**WHAT THE TASK REQUIRES:** Word for word, transcribe the data below from the line with "const t = 0.1" to the line with "out.thrustN.push(pt.thrustN === null", keeping both of those lines.

==*==

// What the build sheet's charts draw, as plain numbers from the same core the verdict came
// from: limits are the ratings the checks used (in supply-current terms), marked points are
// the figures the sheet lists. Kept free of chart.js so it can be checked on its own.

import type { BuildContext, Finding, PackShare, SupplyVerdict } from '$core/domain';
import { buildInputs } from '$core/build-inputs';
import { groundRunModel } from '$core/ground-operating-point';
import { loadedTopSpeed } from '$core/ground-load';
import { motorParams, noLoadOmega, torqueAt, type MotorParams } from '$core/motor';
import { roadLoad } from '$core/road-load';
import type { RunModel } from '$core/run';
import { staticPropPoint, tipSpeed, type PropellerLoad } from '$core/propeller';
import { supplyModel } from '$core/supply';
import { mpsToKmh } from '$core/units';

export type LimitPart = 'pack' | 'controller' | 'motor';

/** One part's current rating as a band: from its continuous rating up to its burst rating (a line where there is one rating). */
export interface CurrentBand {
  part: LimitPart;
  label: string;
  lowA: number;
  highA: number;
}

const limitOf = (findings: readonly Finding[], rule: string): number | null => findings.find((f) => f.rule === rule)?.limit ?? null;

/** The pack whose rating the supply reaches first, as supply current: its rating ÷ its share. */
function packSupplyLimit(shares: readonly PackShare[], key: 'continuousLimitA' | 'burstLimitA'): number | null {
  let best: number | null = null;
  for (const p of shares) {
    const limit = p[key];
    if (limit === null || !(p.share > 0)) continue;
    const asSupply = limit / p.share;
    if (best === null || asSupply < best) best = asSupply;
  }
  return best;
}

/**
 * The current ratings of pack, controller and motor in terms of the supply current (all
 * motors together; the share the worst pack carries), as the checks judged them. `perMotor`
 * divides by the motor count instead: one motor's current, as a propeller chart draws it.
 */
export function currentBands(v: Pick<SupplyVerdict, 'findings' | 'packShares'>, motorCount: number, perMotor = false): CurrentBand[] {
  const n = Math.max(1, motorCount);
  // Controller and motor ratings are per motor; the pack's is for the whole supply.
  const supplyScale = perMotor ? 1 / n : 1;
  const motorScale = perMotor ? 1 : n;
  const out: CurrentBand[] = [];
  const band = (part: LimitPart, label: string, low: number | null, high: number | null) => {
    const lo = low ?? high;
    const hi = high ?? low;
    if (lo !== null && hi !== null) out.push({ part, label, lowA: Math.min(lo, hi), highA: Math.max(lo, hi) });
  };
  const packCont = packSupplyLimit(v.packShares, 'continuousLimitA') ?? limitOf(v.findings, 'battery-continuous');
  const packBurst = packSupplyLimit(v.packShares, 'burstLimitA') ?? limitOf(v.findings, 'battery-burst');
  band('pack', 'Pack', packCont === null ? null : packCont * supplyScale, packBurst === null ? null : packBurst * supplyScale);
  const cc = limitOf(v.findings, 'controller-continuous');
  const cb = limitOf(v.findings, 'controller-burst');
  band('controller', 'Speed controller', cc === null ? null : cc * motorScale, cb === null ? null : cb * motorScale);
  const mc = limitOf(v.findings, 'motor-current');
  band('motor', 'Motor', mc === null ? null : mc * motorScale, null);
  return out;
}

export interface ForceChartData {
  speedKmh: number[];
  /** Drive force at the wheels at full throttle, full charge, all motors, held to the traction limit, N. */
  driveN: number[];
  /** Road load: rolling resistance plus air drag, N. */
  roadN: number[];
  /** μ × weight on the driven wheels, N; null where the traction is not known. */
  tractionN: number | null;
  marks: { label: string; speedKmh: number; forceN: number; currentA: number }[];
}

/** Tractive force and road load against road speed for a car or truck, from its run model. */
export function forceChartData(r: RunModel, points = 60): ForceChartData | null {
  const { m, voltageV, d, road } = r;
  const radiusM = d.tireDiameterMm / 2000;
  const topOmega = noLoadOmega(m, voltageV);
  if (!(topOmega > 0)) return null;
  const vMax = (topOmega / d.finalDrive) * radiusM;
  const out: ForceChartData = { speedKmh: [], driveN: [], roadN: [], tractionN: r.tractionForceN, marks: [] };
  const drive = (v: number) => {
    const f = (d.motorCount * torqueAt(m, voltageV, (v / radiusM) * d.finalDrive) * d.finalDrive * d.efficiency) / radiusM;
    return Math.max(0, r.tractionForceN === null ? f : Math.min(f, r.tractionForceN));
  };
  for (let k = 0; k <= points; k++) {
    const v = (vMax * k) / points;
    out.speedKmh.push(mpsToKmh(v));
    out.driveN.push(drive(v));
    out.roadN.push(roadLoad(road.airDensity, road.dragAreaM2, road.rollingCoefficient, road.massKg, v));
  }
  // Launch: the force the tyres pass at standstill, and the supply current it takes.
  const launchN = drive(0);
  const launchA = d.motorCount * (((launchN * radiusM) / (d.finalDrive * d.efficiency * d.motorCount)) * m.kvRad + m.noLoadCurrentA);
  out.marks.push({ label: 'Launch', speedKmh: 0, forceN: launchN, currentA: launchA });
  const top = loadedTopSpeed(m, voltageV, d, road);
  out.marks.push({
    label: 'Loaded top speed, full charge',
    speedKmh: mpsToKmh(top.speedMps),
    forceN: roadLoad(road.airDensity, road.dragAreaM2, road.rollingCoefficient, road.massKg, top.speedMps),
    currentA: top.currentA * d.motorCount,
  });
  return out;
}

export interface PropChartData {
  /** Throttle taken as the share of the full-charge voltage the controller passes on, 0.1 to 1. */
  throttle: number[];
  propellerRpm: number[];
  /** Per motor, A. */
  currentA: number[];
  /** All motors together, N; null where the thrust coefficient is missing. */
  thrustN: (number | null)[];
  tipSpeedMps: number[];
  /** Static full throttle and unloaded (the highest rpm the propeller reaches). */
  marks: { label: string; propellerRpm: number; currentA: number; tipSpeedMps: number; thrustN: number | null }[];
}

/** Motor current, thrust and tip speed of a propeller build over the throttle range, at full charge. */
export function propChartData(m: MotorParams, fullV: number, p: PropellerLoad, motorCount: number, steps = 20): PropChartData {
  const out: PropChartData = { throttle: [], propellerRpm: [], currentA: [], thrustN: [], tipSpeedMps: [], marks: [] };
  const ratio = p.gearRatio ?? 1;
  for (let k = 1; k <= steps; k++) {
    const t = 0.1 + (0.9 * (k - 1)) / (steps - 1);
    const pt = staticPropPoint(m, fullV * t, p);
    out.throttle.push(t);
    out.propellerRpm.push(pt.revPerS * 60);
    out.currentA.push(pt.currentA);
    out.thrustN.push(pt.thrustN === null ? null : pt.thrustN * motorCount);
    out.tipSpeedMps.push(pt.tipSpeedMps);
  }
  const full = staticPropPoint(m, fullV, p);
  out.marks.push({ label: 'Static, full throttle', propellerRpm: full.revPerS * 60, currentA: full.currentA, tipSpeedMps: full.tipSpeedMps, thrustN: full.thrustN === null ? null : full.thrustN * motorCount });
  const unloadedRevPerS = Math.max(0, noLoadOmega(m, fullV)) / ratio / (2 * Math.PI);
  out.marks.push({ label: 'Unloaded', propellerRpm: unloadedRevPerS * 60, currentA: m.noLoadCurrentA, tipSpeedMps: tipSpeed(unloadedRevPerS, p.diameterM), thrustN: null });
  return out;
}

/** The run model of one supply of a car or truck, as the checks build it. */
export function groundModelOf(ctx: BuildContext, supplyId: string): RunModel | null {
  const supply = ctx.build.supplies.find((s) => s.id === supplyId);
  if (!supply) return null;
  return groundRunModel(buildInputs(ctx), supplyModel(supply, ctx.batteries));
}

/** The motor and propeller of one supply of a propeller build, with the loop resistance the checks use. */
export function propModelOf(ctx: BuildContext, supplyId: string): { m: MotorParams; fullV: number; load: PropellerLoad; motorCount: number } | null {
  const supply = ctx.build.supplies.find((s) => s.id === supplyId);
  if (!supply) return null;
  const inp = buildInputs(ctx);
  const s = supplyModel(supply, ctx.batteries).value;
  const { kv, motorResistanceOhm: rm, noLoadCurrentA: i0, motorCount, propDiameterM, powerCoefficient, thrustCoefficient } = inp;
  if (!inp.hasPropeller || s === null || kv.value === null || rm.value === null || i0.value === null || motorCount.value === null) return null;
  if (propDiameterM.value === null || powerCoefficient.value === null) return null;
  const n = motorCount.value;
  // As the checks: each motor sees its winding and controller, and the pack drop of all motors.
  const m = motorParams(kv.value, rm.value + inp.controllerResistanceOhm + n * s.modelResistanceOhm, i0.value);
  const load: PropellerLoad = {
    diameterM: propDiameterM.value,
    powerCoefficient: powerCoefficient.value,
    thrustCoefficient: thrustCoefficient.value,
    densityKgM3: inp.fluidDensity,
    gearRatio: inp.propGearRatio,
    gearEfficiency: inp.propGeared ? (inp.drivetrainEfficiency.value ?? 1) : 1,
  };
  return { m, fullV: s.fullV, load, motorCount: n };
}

==*==

**OUTPUT BELOW:**
    const t = 0.1 + (0.9 * (k - 1)) / (steps - 1);
    const pt = staticPropPoint(m, fullV * t, p);
    out.throttle.push(t);
    out.propellerRpm.push(pt.revPerS * 60);
    out.currentA.push(pt.currentA);
    out.thrustN.push(pt.thrustN === null ? null : pt.thrustN * motorCount);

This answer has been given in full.